Look below for the line that contains "np.argmax(_room(forms.coordinates).reshape(m, -1), axis=1)", then copy it and each following line exactly, through and including the line that contains "return np.stack([inverse[0], middle, inverse[1]], axis=1)".
========================
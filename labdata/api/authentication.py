"""Tokens: ``Authorization: Token KEY``."""

import hashlib

from django.utils import timezone
from rest_framework.authentication import BaseAuthentication, get_authorization_header
from rest_framework.exceptions import AuthenticationFailed
from rest_framework.request import Request

from labdata.models import ApiToken


class TokenAuthentication(BaseAuthentication):
    """The token's user, with ``request.auth`` the token: it sees its own project only."""

    def authenticate(self, request: Request) -> tuple[object, ApiToken] | None:
        words = get_authorization_header(request).decode("latin-1").split()
        if not words or words[0].lower() != "token":
            return None
        if len(words) != 2:
            raise AuthenticationFailed("The header is «Authorization: Token KEY», with one key.")
        digest = hashlib.sha256(words[1].encode()).hexdigest()
        token = ApiToken.objects.select_related("user", "project").filter(key_sha256=digest).first()
        if token is None or token.revoked_at or not token.user.is_active:
            raise AuthenticationFailed("This token is not known or was revoked.")
        if token.expires_at and token.expires_at <= timezone.now():
            raise AuthenticationFailed("This token has expired.")
        return token.user, token

    def authenticate_header(self, request: Request) -> str:
        return "Token"
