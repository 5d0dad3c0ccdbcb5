"""Signing a review set from the command line, with the password again."""

import getpass
import os
import sys
from typing import Any

from django.core.management.base import CommandParser

from labdata.access import Action, find_project, find_user, require
from labdata.errors import NotFound, WrongPassword
from labdata.management.commands._base import ServiceCommand
from qc.models import ReviewSet
from qc.review.services import MEANINGS, sign_off


class Command(ServiceCommand):
    help = "sign a review set; the password comes from the terminal or KEROGATE_PASSWORD"

    def arguments(self, parser: CommandParser) -> None:
        parser.add_argument("--project", required=True, metavar="SLUG")
        parser.add_argument("--review-set", required=True, type=int, metavar="ID")
        parser.add_argument("--user", required=True, metavar="NAME", help="who signs")
        parser.add_argument(
            "--meaning", default="reviewed", help=f"one of {', '.join(MEANINGS)}, or your own words (default: reviewed)"
        )

    def answer(self, **options: Any) -> dict[str, Any]:
        project, user = find_project(options["project"]), find_user(options["user"])
        require(user, project, Action.SIGN)
        review_set = project.review_sets.filter(pk=options["review_set"]).first()
        if review_set is None:
            known = ", ".join(f"{held.pk} ({held})" for held in ReviewSet.objects.filter(project=project)[:20])
            raise NotFound(
                f"Project «{project.slug}» has no review set {options['review_set']}.",
                remedy=f"Review sets: {known or 'none yet'}.",
                review_set=options["review_set"],
            )
        record = sign_off(
            user=user, review_set=review_set, password=self._password(user.get_username()), meaning=options["meaning"]
        )
        return {
            "sign_off": record.pk, "review_set": review_set.pk, "well": review_set.well.name, "number": review_set.number,
            "signed_by": record.signer_name, "signed_at": record.signed_at, "meaning": record.meaning,
            "content_sha256": record.content_sha256, "counts": record.counts,
        }  # fmt: skip

    def _password(self, name: str) -> str:
        given = os.environ.get("KEROGATE_PASSWORD")
        if given is not None:
            return given
        if not sys.stdin.isatty():
            raise WrongPassword("No password was given.", remedy="Set KEROGATE_PASSWORD, or run from a terminal.")
        return getpass.getpass(f"Password of {name}: ")

    def show(self, answer: dict[str, Any]) -> None:
        counts = answer["counts"]
        self.stdout.write(
            f"{answer['well']} set {answer['number']} signed by {answer['signed_by']} at {answer['signed_at']:%Y-%m-%d %H:%M} UTC: "
            f"{counts['accepted']} accepted, {counts['rejected']} rejected.\n{answer['meaning']}\nseal {answer['content_sha256']}"
        )
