/// One contour: as it was drawn, and as it is cut.
#[derive(Clone, Debug, Serialize, JsonSchema)]
pub struct Contour {
    /// Its number in the drawing, from 1.
    pub id: usize,
    /// Its layer, or empty.
    pub layer: String,
    /// True when its end is joined to its start.
    pub closed: bool,
    /// Its vertices after cleaning.
    pub vertices: usize,
    /// Its length after cleaning.
    pub length_mm: f64,
    /// The box around it, in the drawing's coordinates: least x and y, largest x and y.
    pub bbox_mm: [f64; 4],
    /// The estimated amplitude of the trace's own jaggedness.
    pub roughness_mm: f64,
    /// The corners of the path it is cut on.
    pub corners: usize,
    /// The lines of that path.
    pub lines: usize,
    /// The arcs of that path.
    pub arcs: usize,
    /// The cubic moves of that path; none where curves are written as arcs. Lines and arcs are then those that stood for
    /// them while the path was planned.
    #[serde(skip_serializing_if = "Option::is_none")]
    pub cubics: Option<usize>,
    /// The certified deviation between that path and the contour.
    pub deviation_mm: f64,
    /// How trace, fair curve and path bend, where that was asked for.
    #[serde(skip_serializing_if = "Option::is_none")]
    pub curvature: Option<Curvature>,
    /// What the cutter cannot reach, one sentence each.
    pub uncut: Vec<String>,
}

/// How a contour bends: as traced, as faired, as cut.
#[derive(Clone, Debug, Serialize, JsonSchema)]
pub struct Curvature {
    /// The trace: the turn at each vertex over half of the lengths beside it.
    pub trace: Profile,
    /// The least-bending curve within the tolerance, by the length of the trace.
    pub fair: Profile,
    /// The path, which steps at its joints.
    pub path: Profile,
}

/// Curvature along a curve, place by place.
#[derive(Clone, Debug, Default, Serialize, JsonSchema)]
pub struct Profile {
    /// The integral of the squared curvature, corners left out, in 1/mm.
    pub bending: f64,
    /// The length from the start to each place.
    pub along_mm: Vec<f64>,
    /// The curvature there in 1/mm, positive for a left turn.
    pub per_mm: Vec<f64>,
}

/// What the machine must be set up as.
#[derive(Clone, Debug, Serialize, JsonSchema)]
pub struct Setup {
    /// The machine profile's name.
    pub machine: String,
    /// The unit the program is in: `mm` or `in`.
    pub unit: String,
    /// Where Z is zero.
    pub zero: Zero,
    /// Where X and Y are zero.
    pub origin: Origin,
    /// How thick the stock is, at least and at most; none where that is not given.
    pub thickness_mm: Option<[f64; 2]>,
    /// How deep the program cuts into the bed under the thinnest stock; none where its thickness is not given.
    pub bed_cut_mm: Option<f64>,
    /// The stock from above; none where it is not given.
    pub stock: Option<Stock>,
    /// The clamps that are kept clear of.
    pub clamps: Vec<Clamp>,
    /// How the drawing is laid out.
    pub layout: Layout,
    /// The extents of the cutter's path from that zero: least x, y, z, largest x, y, z.
    pub extents_mm: [f64; 6],
    /// The cutter's diameter; of several, the largest.
    pub cutter_mm: f64,
    /// The side of the contour that the cutter runs on.
    pub side: String,
    /// `conventional` or `climb`; none on the line, where both sides of the cut are at once one and the other.
    pub direction: Option<String>,
    /// How deep below the top of the stock.
    pub depth_mm: f64,
    /// In how many passes.
    pub passes: usize,
    /// The largest feed along a contour.
    pub feed_mm_min: f64,
    /// The largest feed straight down.
    pub plunge_mm_min: f64,
    /// The spindle's speed.
    pub spindle_rpm: f64,
}
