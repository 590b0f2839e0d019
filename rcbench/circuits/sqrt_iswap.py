"""Canonical two-qubit gates as two or three sqrt-iSWAP with local gates between.

Two serve where x >= y + |z|, 79 % of Haar-random gates; with one more in front, chosen so that what is left lies well
inside that part of the Weyl chamber, three serve all.

Source: Huang et al., arXiv:2105.06074 (the angles of the two-gate form are theirs).
"""

from __future__ import annotations

from itertools import combinations, product

import numpy as np

from rcbench.arrays import ComplexArray, FloatArray, IntArray
from rcbench.circuits.forms import CLASS_TOLERANCE
from rcbench.circuits.gates import gate_matrices, gate_matrix
from rcbench.circuits.kak import Canonical, canonical, kron, to_chamber

_ONE = np.eye(2, dtype=np.complex128)
_ROOT = gate_matrix("sqrt_iswap")
# every canonical gate that is sqrt-iSWAP up to local gates: two of the coordinates are +-pi/8
_ALIKE = np.array(
    [
        [signs[axes.index(axis)] * np.pi / 8 if axis in axes else 0.0 for axis in range(3)]
        for axes in combinations(range(3), 2)
        for signs in product((1, -1), repeat=2)
    ]
)


def sqrt_iswap_count(coordinates: FloatArray) -> IntArray:
    """(m,) the least number of sqrt-iSWAP."""
    x, y, z = coordinates.T
    one = (x == np.pi / 8) & (y == x) & (z == 0)
    return np.where(_room(coordinates) < -CLASS_TOLERANCE, 3, np.where(one, 1, np.where(x != 0, 2, 0)))


def sqrt_iswap_locals(coordinates: FloatArray, count: int) -> ComplexArray:
    """(m, count + 1, 2, 2, 2) local gates around `count` sqrt-iSWAP, up to phase."""
    m = len(coordinates)
    if count < 2:
        return np.broadcast_to(_ONE, (m, count + 1, 2, 2, 2)).copy()
    if count == 2:
        return _two(coordinates)
    rest = coordinates[:, None, :] - _ALIKE
    nothing = np.broadcast_to(_ONE, (m * len(_ALIKE), 2, 2, 2))
    forms = to_chamber(Canonical(nothing, rest.reshape(-1, 3), nothing))
    best = np.argmax(_room(forms.coordinates).reshape(m, -1), axis=1)
    last = forms[np.arange(m) * len(_ALIKE) + best]
    first = to_chamber(Canonical(nothing[: len(_ALIKE)], _ALIKE, nothing[: len(_ALIKE)]))[best]
    steps = _two(last.coordinates)
    steps[:, 0] = steps[:, 0] @ last.before @ first.after
    steps[:, -1] = last.after @ steps[:, -1]
    return np.concatenate([first.before[:, None], steps], axis=1)


def _room(coordinates: FloatArray) -> FloatArray:
    """How far inside the part of the chamber that two gates reach."""
    return np.asarray(coordinates[:, 0] - coordinates[:, 1] - np.abs(coordinates[:, 2]))


def _two(coordinates: FloatArray) -> ComplexArray:
    """The outer local gates come from the canonical form of the sequence itself."""
    alpha, beta, gamma = _angles(coordinates)
    turn = gate_matrices("rz", gamma[:, None])
    about_x = [gate_matrices("r", np.stack([angle, np.zeros_like(angle)], axis=1)) for angle in (alpha, beta)]
    middle = np.stack([turn @ about_x[0] @ turn, about_x[1]], axis=1)
    built = canonical(_ROOT @ kron(middle) @ _ROOT)
    inverse = [part.conj().swapaxes(2, 3) for part in (built.before, built.after)]
    return np.stack([inverse[0], middle, inverse[1]], axis=1)


def _angles(coordinates: FloatArray) -> tuple[FloatArray, FloatArray, FloatArray]:
    """(m,) each: alpha, beta and gamma of Huang et al.

    They give the cosines of alpha and beta, which lose half the digits near 1, where z is small. Here are the squared
    sines and cosines of the half angles instead, the small one of each pair from the products
    sin^2(alpha/2) sin^2(beta/2) = 4 (sin x cos y sin z)^2 and cos^2(alpha/2) cos^2(beta/2) = top + bottom.
    """
    x, y, z = coordinates.T
    across = np.sin(x + y) * np.sin(x - y)
    root = np.sin(x + y - z) * np.sin(x - y + z) * np.sin(x + y + z) * np.sin(x - y - z)
    root = np.sqrt(np.clip(root, 0, 1))
    top = 4 * (np.cos(x) * np.sin(y) * np.cos(z)) ** 2
    bottom = np.clip(np.cos(2 * x) * np.cos(2 * y) * np.cos(2 * z), 0, 1)
    sine_beta = across + np.sin(z) ** 2 + root
    cosine_alpha = np.cos(z) ** 2 - across + root
    sine_alpha = 4 * (np.sin(x) * np.cos(y) * np.sin(z)) ** 2 / np.maximum(sine_beta, 1e-300)
    cosine_beta = (top + bottom) / cosine_alpha
    alpha = 2 * np.arctan2(np.sqrt(sine_alpha), np.sqrt(cosine_alpha))
    beta = 2 * np.arctan2(np.sqrt(sine_beta), np.sqrt(cosine_beta))
    gamma = np.arctan2(np.sqrt(bottom), np.where(z < 0, -1, 1) * np.sqrt(top))
    return alpha, beta, gamma
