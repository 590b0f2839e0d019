"""The statements of an OpenQASM program, one after the other, into rows of a circuit."""

from __future__ import annotations

import math
import re
from collections.abc import Callable, Sequence
from functools import lru_cache

from rcbench.circuits.qasm_definitions import CALL, NAME, DefinitionError, gate_set, read_call, split_arguments
from rcbench.circuits.qasm_expressions import ExpressionError
from rcbench.circuits.qasm_gates import RECOGNISE, Angles, Gate
from rcbench.circuits.qasm_library import NAMES
from rcbench.circuits.qasm_outline import REFUSED, Outline, number
from rcbench.circuits.qasm_registers import MAX_BITS, MAX_QUBITS, Registers, read_sized, some, split_operands
from rcbench.circuits.qasm_rows import Rows
from rcbench.errors import InputError

_WORD = re.compile(rf"\s*+({NAME})(.*)", re.DOTALL)
_ASSIGNED = re.compile(r"([^=]*+)=\s*+measure\b(.*)", re.DOTALL)
_BITS = re.compile(rf"\s*+(?:\[([^\[\]]*+)\]\s*+)?({NAME})\s*+(?:=(.*))?", re.DOTALL)
_LABEL = re.compile(r"\$\d+")
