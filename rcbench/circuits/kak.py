"""The canonical form of two-qubit gates, many at once.

Every U in U(4) is, up to phase, (A1 x B1) exp(i (x XX + y YY + z ZZ)) (A2 x B2), with coordinates that can be brought
to the Weyl chamber pi/4 >= x >= y >= |z| (and z >= 0 where x = pi/4).

Source: Zhang, Vala, Sastry and Whaley, Phys. Rev. A 67, 042313 (2003).
"""

from __future__ import annotations

from dataclasses import dataclass
from itertools import permutations, product

import numpy as np

from rcbench.arrays import ComplexArray, FloatArray, IntArray
from rcbench.circuits.gates import gate_matrix
from rcbench.errors import InputError

UNITARY_TOLERANCE = 1e-8
# the real and imaginary parts are diagonalised by one mix of both; where its eigenvalues nearly meet, by another
_MIXES = (0.613, 1.217, 2.171, 2.749, 0.259, 1.847)
_GOOD = 2e-14
_ENOUGH = 1e-6  # inputs may be unitary to UNITARY_TOLERANCE only

PAULIS = np.array([gate_matrix(name) for name in "xyz"])
# columns: four Bell states with the phases that make local gates real
_MAGIC = np.array([[1, 0, 0, 1j], [0, 1j, 1, 0], [0, 1j, -1, 0], [1, 0, 0, -1j]]) / np.sqrt(2)
# eigenvalues of XX, YY and ZZ on those columns
_SIGNS = np.array([[1, 1, -1, -1], [-1, 1, -1, 1], [1, -1, -1, 1]])


@dataclass(frozen=True, slots=True)
class Canonical:
    """Gates as local gates around canonical ones, up to phase.

    Args:
        before: (m, 2, 2, 2) one-qubit unitaries that act first, [gate, qubit].
        coordinates: (m, 3) the angles x, y, z of exp(i (x XX + y YY + z ZZ)).
        after: (m, 2, 2, 2) one-qubit unitaries that act last.
    """

    before: ComplexArray
    coordinates: FloatArray
    after: ComplexArray

    def __len__(self) -> int:
        return len(self.coordinates)

    def __getitem__(self, rows: IntArray | slice | np.ndarray) -> Canonical:
        return Canonical(self.before[rows], self.coordinates[rows], self.after[rows])

    def matrices(self) -> ComplexArray:
        """(m, 4, 4) the gates, up to phase."""
        return kron(self.after) @ interaction(self.coordinates) @ kron(self.before)


def interaction(coordinates: FloatArray) -> ComplexArray:
    """(m, 4, 4) the gates exp(i (x XX + y YY + z ZZ)) of (m, 3) coordinates."""
    phases = np.exp(1j * (np.asarray(coordinates) @ _SIGNS))
    return np.asarray((_MAGIC * phases[..., None, :]) @ _MAGIC.conj().T)


def kron(locals_: ComplexArray) -> ComplexArray:
    """(..., 4, 4) products of one-qubit gates (..., 2, 2, 2), the first qubit the most significant."""
    first, second = locals_[..., 0, :, :], locals_[..., 1, :, :]
    out = first[..., :, None, :, None] * second[..., None, :, None, :]
    return out.reshape(*out.shape[:-4], 4, 4)


def split_kron(matrices: ComplexArray) -> ComplexArray:
    """(m, 2, 2, 2) the one-qubit gates of (m, 4, 4) local gates, each of determinant 1."""
    m = len(matrices)
    blocks = (
        matrices.reshape(m, 2, 2, 2, 2).transpose(0, 1, 3, 2, 4).reshape(m, 4, 2, 2)
    )  # [row and column of the first]
    largest = np.argmax(np.einsum("mbij,mbij->mb", blocks, blocks.conj()).real, axis=1)
    second = _special(blocks[np.arange(m), largest])
    first = np.einsum("mbij,mij->mb", blocks, second.conj()).reshape(m, 2, 2)
    return np.stack([_special(first), second], axis=1)


def canonical(unitaries: ComplexArray) -> Canonical:
    """The canonical form of (m, 4, 4) unitaries, coordinates in the Weyl chamber.

    Raises:
        InputError: a matrix that is not unitary to 1e-8.
    """
    gates = _special(_check(unitaries))
    magic = _MAGIC.conj().T @ gates @ _MAGIC
    square = magic.swapaxes(1, 2) @ magic
    frame = _eigenframe(square)
    phases = np.einsum("mji,mjk,mki->mi", frame, square, frame)
    theta = np.angle(phases) / 2
    odd = np.round(theta.sum(axis=1) / np.pi).astype(int) % 2 != 0
    theta[odd, 0] += np.pi
    turned = (magic @ frame * np.exp(-1j * theta)[:, None, :]).real
    after = split_kron(_MAGIC @ turned @ _MAGIC.conj().T)
    before = split_kron(_MAGIC @ frame.swapaxes(1, 2) @ _MAGIC.conj().T)
    return to_chamber(Canonical(before, theta @ _SIGNS.T / 4, after))


def to_chamber(form: Canonical) -> Canonical:
    """The same gates with their coordinates moved into the Weyl chamber by local gates."""
    before, xyz, after = form.before, form.coordinates.copy(), form.after
    # exp(i pi/2 PP) is P x P up to phase
    turns = np.round(xyz / (np.pi / 2)).astype(int)
    xyz -= turns * (np.pi / 2)
    for axis, pauli in enumerate(PAULIS):
        odd = turns[:, axis] % 2 != 0
        after = np.where(odd[:, None, None, None], after @ pauli, after)
    order = np.argsort(-np.abs(xyz), axis=1, kind="stable")
    frames = _FRAMES[order[:, 0], order[:, 1]][:, None]
    before, after = frames @ before, after @ frames.conj().swapaxes(2, 3)
    xyz = np.take_along_axis(xyz, order, axis=1)
    # a Pauli on one qubit, on both sides, turns the signs of the two other coordinates
    negative = xyz < 0
    before, xyz, after = _turn_signs(before, xyz, after, np.array([[0, 1], [2, 3]])[*negative[:, :2].T.astype(int)])
    edge = (xyz[:, 0] > np.pi / 4 - 1e-11) & (xyz[:, 2] < -1e-11)
    xyz[edge, 0] -= np.pi / 2
    after = np.where(edge[:, None, None, None], after @ PAULIS[0], after)
    return Canonical(*_turn_signs(before, xyz, after, np.where(edge, 2, 0)))


def _turn_signs(
    before: ComplexArray, xyz: FloatArray, after: ComplexArray, which: IntArray
) -> tuple[ComplexArray, FloatArray, ComplexArray]:
    """which: (m,) the Pauli: 0 none, 1 X (turns the signs of y and z), 2 Y (of x and z), 3 Z (of x and y)."""
    pauli = np.concatenate([np.eye(2)[None], PAULIS])[which]
    signs = np.array([[1, 1, 1], [1, -1, -1], [-1, 1, -1], [-1, -1, 1]])[which]
    before, after = before.copy(), after.copy()
    before[:, 0] = pauli @ before[:, 0]
    after[:, 0] = after[:, 0] @ pauli
    return before, xyz * signs, after


def _check(unitaries: ComplexArray) -> ComplexArray:
    matrices = np.asarray(unitaries, dtype=np.complex128)
    if matrices.ndim != 3 or matrices.shape[1:] != (4, 4):
        raise InputError("unitaries", matrices.shape, "an array of shape (gates, 4, 4)")
    error = np.abs(matrices @ matrices.conj().swapaxes(1, 2) - np.eye(4)).max(initial=0.0)
    if not error < UNITARY_TOLERANCE:
        raise InputError("unitaries", f"a matrix {error:.1g} from unitary", "unitary matrices, to 1e-8")
    return matrices


def _special(matrices: ComplexArray) -> ComplexArray:
    """The matrices over a root of their determinant."""
    side = matrices.shape[-1]
    return np.asarray(matrices / (np.linalg.det(matrices) ** (1 / side))[..., None, None])


def _eigenframe(square: ComplexArray) -> FloatArray:
    """(m, 4, 4) rotations whose columns are the common eigenvectors of the real and imaginary parts."""
    best = np.empty(square.shape)
    worst = np.full(len(square), np.inf)
    left = np.arange(len(square))
    for mix in _MIXES:
        part = square[left]
        _, frame = np.linalg.eigh(np.cos(mix) * part.real + np.sin(mix) * part.imag)
        rest = frame.swapaxes(1, 2) @ part @ frame
        error = np.abs(rest * (1 - np.eye(4))).max(axis=(1, 2))
        better = error < worst[left]
        best[left[better]], worst[left[better]] = frame[better], error[better]
        left = left[worst[left] > _GOOD]
        if not len(left):
            break
    assert worst.max(initial=0.0) < _ENOUGH, "no mix of the real and imaginary parts separates the eigenvalues"
    best[:, :, 0] *= np.where(np.linalg.det(best) < 0, -1, 1)[:, None]
    return best


def _axis_frames() -> ComplexArray:
    """(3, 3, 2, 2) by [i, j]: the Clifford that takes Pauli i to +-X and Pauli j to +-Y, so the third one to +-Z."""
    out = np.zeros((3, 3, 2, 2), dtype=np.complex128)
    gates = [np.eye(2), gate_matrix("s"), gate_matrix("h"), gate_matrix("sx")]
    for i, j, _ in permutations(range(3)):
        for one, two in product(gates, gates):
            clifford = two @ one
            moved = clifford @ PAULIS[[i, j]] @ clifford.conj().T
            if np.allclose(np.abs(np.einsum("kab,kba->k", moved, PAULIS[:2])), 2):
                out[i, j] = clifford
                break
    return out


_FRAMES = _axis_frames()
========================
TASK RESULT ->
    best = np.argmax(_room(forms.coordinates).reshape(m, -1), axis=1)
    last = forms[np.arange(m) * len(_ALIKE) + best]
    first = to_chamber(Canonical(nothing[: len(_ALIKE)], _ALIKE, nothing[: len(_ALIKE)]))[best]
    steps = _two(last.coordinates)
    steps[:, 0] = steps[:, 0] @ last.before @ first.after
    steps[:, -1] = last.after @ steps[:, -1]
    return np.concatenate([first.before[:, None], steps], axis=1)


def _room(coordinates: FloatArray) -> FloatArray:
    """How far inside the part of the chamber that two gates reach."""
    return np.asarray(coordinates[:, 0] - coordinates[:, 1] - np.abs(coordinates[:, 2]))


def _two(coordinates: FloatArray) -> ComplexArray:
    """The outer local gates come from the canonical form of the sequence itself."""
    alpha, beta, gamma = _angles(coordinates)
    turn = gate_matrices("rz", gamma[:, None])
    about_x = [gate_matrices("r", np.stack([angle, np.zeros_like(angle)], axis=1)) for angle in (alpha, beta)]
    middle = np.stack([turn @ about_x[0] @ turn, about_x[1]], axis=1)
    built = canonical(_ROOT @ kron(middle) @ _ROOT)
    inverse = [part.conj().swapaxes(2, 3) for part in (built.before, built.after)]
    return np.stack([inverse[0], middle, inverse[1]], axis=1)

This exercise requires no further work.